The shiny white Community Wellness Bus that recently began servicing the streets of Sault Ste. Marie may be brand new, but its all-hands-on-deck mission between local agencies is the same as the purple one it replaces.
On Monday, the all-new white Community Wellness Bus (CWB) officially went into service. It is taller than the former purple CWB and customized to offer a more comfortable environment with more features for staff and the community members it serves.
Those customizations include an examination table and bench, running water and more privacy options for treating clients.
Rose Genua-Brennan, supervisor for CMHA, said the CWB program is sometimes utilized by people living with addiction and experiencing homelessness, but noted they aren't its only clientele.
"The bus isn't just for our most vulnerable. It's for anybody in the community that requires supports and services — it's basically a resource for our entire community," Genua-Brennan said.
The CWB program is an innovative collaboration led by Canadian Mental Health Association of Algoma (CMHA) and Sault Area Hospital, in partnership with the Group Health Centre, Algoma Family Services, Social Services and the Superior Family Health Team.
Those members come together to bring basic medical care to people at the street-level, while also offering basic necessities and harm reduction supplies — or sometimes just someone to talk to.

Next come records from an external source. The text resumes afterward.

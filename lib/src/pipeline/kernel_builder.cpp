#include "safesite/pipeline/kernel_builder.hpp"

#include <algorithm>
#include <cmath>
#include <limits>

#include "safesite/error.hpp"

namespace safesite::pipeline {

namespace {

// Evaluate a bound rate on a covariate table and check that every value is finite.
Eigen::VectorXd predict(const TablePrediction& f, const stats::Table& table,
                        const std::string& rate, const std::string& what,
                        const KernelCurves& curves, std::size_t k) {
    if (!f) throw UsageError("kernel rates '" + curves.label + "': rate " + rate + " (" + what +
                             ") is not bound");
    Eigen::VectorXd out = f(table);
    if (static_cast<std::size_t>(out.size()) != table.rows())
        throw UsageError("kernel rates '" + curves.label + "': rate " + rate +
                         " returned the wrong number of predictions");
    for (Eigen::Index i = 0; i < out.size(); ++i)
        if (!std::isfinite(out[i]))
            throw NumericalError("vital rate " + rate + " (" + what + ") of kernel '" +
                                 curves.label + "' is not finite for class " +
                                 std::to_string(k) + " at size " +
                                 std::to_string(table.numeric("size")[static_cast<std::size_t>(i)]));
    return out;
}

// Which vector of ClassCurves a callable reads.
enum class Curve { survival, growth_mean, growth_sd, flowering, seeds };

// A size function reading the precomputed value at a mesh node, and predicting afresh
// (one-row table) for any other size.
kernel::SizeFunction curve_function(std::shared_ptr<const KernelCurves> curves, std::size_t k,
                                    Curve which) {
    return [curves, k, which](double z) {
        const ClassCurves& c = curves->classes[k];
        const Eigen::VectorXd* values = nullptr;
        switch (which) {
            case Curve::survival: values = &c.survival; break;
            case Curve::growth_mean: values = &c.growth_mean; break;
            case Curve::growth_sd: values = &c.growth_sd; break;
            case Curve::flowering: values = &c.flowering; break;
            case Curve::seeds: values = &c.seeds; break;
        }
        const Eigen::VectorXd& nodes = curves->nodes;
        const double* first = nodes.data();
        const double* last = nodes.data() + nodes.size();
        const double* it = std::lower_bound(first, last, z);
        if (it != last && *it == z) return (*values)[it - first];
        // Off the nodes: evaluate the regression at z.
        Eigen::VectorXd one(1);
        one[0] = z;
        const stats::Table table =
            covariate_table(curves->layout, one, c.microsite, c.juvenile, curves->label);
        const KernelRates& r = curves->rates;
        switch (which) {
            case Curve::survival: return r.survival.mean(table)[0];
            case Curve::growth_mean: return r.growth.mean(table)[0];
            case Curve::growth_sd: return r.growth.sd(table)[0];
            case Curve::flowering: return r.flowering.mean(table)[0];
            case Curve::seeds: return r.seeds.mean(table)[0];
        }
        return std::numeric_limits<double>::quiet_NaN();
    };
}

bool is_juvenile_size(const KernelLayout& layout, double z) {
    return layout.juvenile == JuvenileMode::size_threshold && z < layout.juvenile_size_below;
}

}  // namespace

std::shared_ptr<const KernelCurves> evaluate_rates(const KernelRates& rates,
                                                   const KernelLayout& layout,
                                                   const Eigen::VectorXd& nodes) {
    auto curves = std::make_shared<KernelCurves>();
    curves->label = rates.label;
    curves->nodes = nodes;
    curves->rates = rates;
    curves->layout = layout;
    const std::size_t n_sites = layout.microsites.size();
    for (std::size_t k = 0; k < layout.classes(); ++k) {
        ClassCurves c;
        c.microsite = k % n_sites;
        c.juvenile = k >= n_sites;
        const stats::Table table =
            covariate_table(layout, nodes, c.microsite, c.juvenile, rates.label);
        c.survival = predict(rates.survival.mean, table, "survival", "mean", *curves, k);
        c.growth_mean = predict(rates.growth.mean, table, "growth", "mean", *curves, k);
        c.growth_sd = predict(rates.growth.sd, table, "growth", "sd", *curves, k);
        c.flowering = predict(rates.flowering.mean, table, "flowering", "mean", *curves, k);
        c.seeds = predict(rates.seeds.mean, table, "seeds", "mean", *curves, k);
        curves->classes.push_back(std::move(c));
    }
    // Recruit size: one row per microsite (the recruits table has no parent size; the size
    // column is filled with the mesh midpoint and only matters if a formula misuses it).
    const double mid = nodes.size() > 0 ? 0.5 * (nodes[0] + nodes[nodes.size() - 1]) : 0.0;
    curves->recruit_mean.resize(static_cast<Eigen::Index>(n_sites));
    curves->recruit_sd.resize(static_cast<Eigen::Index>(n_sites));
    for (std::size_t m = 0; m < n_sites; ++m) {
        Eigen::VectorXd one(1);
        one[0] = mid;
        const stats::Table table = covariate_table(layout, one, m, true, rates.label);
        curves->recruit_mean[static_cast<Eigen::Index>(m)] =
            predict(rates.recruit_size.mean, table, "recruit_size", "mean", *curves, m)[0];
        curves->recruit_sd[static_cast<Eigen::Index>(m)] =
            predict(rates.recruit_size.sd, table, "recruit_size", "sd", *curves, m)[0];
    }
    return curves;
}

kernel::KernelDescription describe_kernel(std::shared_ptr<const KernelCurves> curves,
                                          const RecruitmentParameters& recruitment,
                                          kernel::EvictionPolicy eviction,
                                          SurvivalChange juvenile_change) {
    const KernelLayout& layout = curves->layout;
    const std::size_t n_sites = layout.microsites.size();
    if (static_cast<std::size_t>(recruitment.arrival.size()) != n_sites ||
        static_cast<std::size_t>(recruitment.establishment.size()) != n_sites)
        throw UsageError("kernel '" + curves->label + "': arrival and establishment need " +
                         std::to_string(n_sites) + " values (one per microsite)");
    if (!(juvenile_change.factor >= 0.0))
        throw UsageError("juvenile survival factor must be >= 0");

    kernel::KernelDescription d;
    d.eviction = eviction;
    const double factor = juvenile_change.factor;
    for (std::size_t k = 0; k < curves->classes.size(); ++k) {
        const ClassCurves& c = curves->classes[k];
        kernel::ContinuousClass cls;
        cls.name = (c.juvenile ? "first-year " : "") + layout.microsites[c.microsite];
        cls.microsite = c.microsite;
        kernel::SizeFunction s = curve_function(curves, k, Curve::survival);
        if (factor != 1.0) {
            // s → min(1, factor · s) for juveniles (issue 4 §4: capped at probability 1).
            if (c.juvenile)
                s = [s, factor](double z) { return std::min(1.0, factor * s(z)); };
            else if (layout.juvenile == JuvenileMode::size_threshold)
                s = [s, factor, &layout = curves->layout, keep = curves](double z) {
                    const double base = s(z);
                    return is_juvenile_size(layout, z) ? std::min(1.0, factor * base) : base;
                };
        }
        cls.survival = std::move(s);
        cls.growth = kernel::Growth::gaussian(curve_function(curves, k, Curve::growth_mean),
                                              curve_function(curves, k, Curve::growth_sd));
        cls.flowering = curve_function(curves, k, Curve::flowering);
        cls.seeds = curve_function(curves, k, Curve::seeds);
        if (c.juvenile) cls.next_class = layout.established_class(c.microsite);
        d.classes.push_back(std::move(cls));
    }
    for (std::size_t m = 0; m < n_sites; ++m) {
        const auto mi = static_cast<Eigen::Index>(m);
        kernel::Microsite site;
        site.name = layout.microsites[m];
        site.arrival = recruitment.arrival[mi];
        site.establishment = recruitment.establishment[mi];
        site.recruit_size =
            kernel::SizeDensity::gaussian(curves->recruit_mean[mi], curves->recruit_sd[mi]);
        site.entry_class = layout.juvenile == JuvenileMode::seedling_class
                               ? layout.juvenile_class(m)
                               : layout.established_class(m);
        d.microsites.push_back(std::move(site));
    }
    return d;
}

kernel::KernelDescription juvenile_survival_derivative(std::shared_ptr<const KernelCurves> curves,
                                                       kernel::EvictionPolicy eviction,
                                                       JuvenileDerivative kind) {
    // Start from the full description without reproduction (a = e = 0) and replace every
    // survival by ∂s_k(z)/∂θ: s_k(z) (proportional) or 1 (additive) where (k, z) is a
    // juvenile, 0 elsewhere. Growth is unchanged, so the P part becomes ∂s · g = ∂K/∂θ.
    const std::size_t n_sites = curves->layout.microsites.size();
    RecruitmentParameters none{Eigen::VectorXd::Zero(static_cast<Eigen::Index>(n_sites)),
                               Eigen::VectorXd::Zero(static_cast<Eigen::Index>(n_sites))};
    kernel::KernelDescription d = describe_kernel(curves, none, eviction);
    const KernelLayout& layout = curves->layout;
    for (std::size_t k = 0; k < d.classes.size(); ++k) {
        const bool juvenile_class = curves->classes[k].juvenile;
        kernel::SizeFunction s = d.classes[k].survival;
        d.classes[k].survival = [s, juvenile_class, kind, &layout = curves->layout,
                                 keep = curves](double z) {
            const bool juvenile = juvenile_class || is_juvenile_size(layout, z);
            if (!juvenile) return 0.0;
            return kind == JuvenileDerivative::proportional ? s(z) : 1.0;
        };
        d.classes[k].flowering = nullptr;
        d.classes[k].seeds = nullptr;
    }
    (void)layout;
    return d;
}

}  // namespace safesite::pipeline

The CWB program was recently recognized with a Community Builders Award for the work it does in the community.
The previous purple vehicle was a decommissioned ambulance that went into service as the Sault's first Community Wellness Bus in 2021. Although it fit the needs of the program most of the time, the years and kilometres it spent as an ambulance occasionally forced it off the road for repairs.
In those three years it was in service, the purple bus had over 11,000 interactions with people across 10 sites in the community.
"It was very well used and very well loved," Genua-Brennan said.
With fewer expected repairs on a brand new vehicle, Genua-Brennan expects much less downtime over the previous bus.
"Our finances are going back into the community aspect of the bus, not paying for repairs. That was constant with the other one," she said
Maddy Latulippe is a nurse who has worked on the CWB for almost three years, while also splitting her time treating patients at Northway Wellness Centre.
She said working on the CWB is a different kind of nursing than she has experienced in more traditional settings. A lot of the work she does on the bus is done with the goal of promoting trust with the clients, many of whom will not seek out care.
"I love meeting people with where they're at and, for a lot of individuals that need any kind of nursing support, they are reluctant to go to the hospital or they won't stay there to wait to be seen," Latulippe said.
Most of the time, nurses on the CWB can provide basic care for relatively minor ailments, like wound care. By addressing them when they are relatively minor, it can take pressure off the system by potentially preventing a visit to the emergency room.
"By then their wounds could be infected, and they would need to be hospitalized, on IV and antibiotics," she said.
Meeting people at street level allows Latulippe and other nurses who serve on the bus to open discussions about seeking treatment that they might not otherwise have.
"I'm able to have those conversations with them and give them some information and kind of ease some of their reluctance to want to go," she said.
In one case, Latulippe said she was eventually able to convince one repeat client to attend to the emergency department at the hospital, where they were met with members of the Addictions Medicine and Consult Team.
"That was a real win, right? For them to even be willing to go back," said Latulippe.
Algoma Family Services is one of the partner agencies that sends employees to help staff the bus on its stops in the community. Jenny King began working there as a counsellor about three months ago and was almost immediately placed on the CWB.
King said she enjoys getting to know the clients and building relationships on the two days a week she typically spends on the bus.
"I think that's a really important piece, getting to know the person not just the problem. You have got to really see the person and make connections with people in the community."
For King, just providing someone with a pair of warm socks or other necessities of life can make for a rewarding day on the bus.
"I may not make a huge change in their day, but I perhaps contributed to making it a little bit better, which is what we're here for," she said.
Peer support workers are a big part of the successes the CWB program has had in reaching people living with addiction in the community. Emily Giovagnoli and the other peer workers use their lived experience to offer support to people living with addiction.
"I'm here for the clients that come to the bus because they need someone to talk to — someone who is an understanding person," said Giovagnoli. "I'm also a recovering addict, so I understand a lot of what they're going through."
Giovagnoli said working on the bus is a way for her to give back to the community and to give thanks to the few people who went out of their way to offer her support when she needed it.
"When I was using, I wasn't always shown the kind of compassion, respect or humility that I want to be able to show these people," she said.
"They are still people and they deserve to be helped."
There has been some controversy for years surrounding giving out harm reduction supplies like pipes and syringes to people living with addiction. Giovagnoli said she doesn't agree that handing out clean supplies is enabling the problem.
"That's a huge part of helping them by not spreading the diseases, by giving them clean supplies and preventing them from having to go to the hospital. The emergency rooms are backed up as it is," said Giovagnoli.
The CWB also collects used syringes and, as a member of the Downtown Ambassadors, Giovagnoli also spends time in the community cleaning up areas where used supplies have been left behind.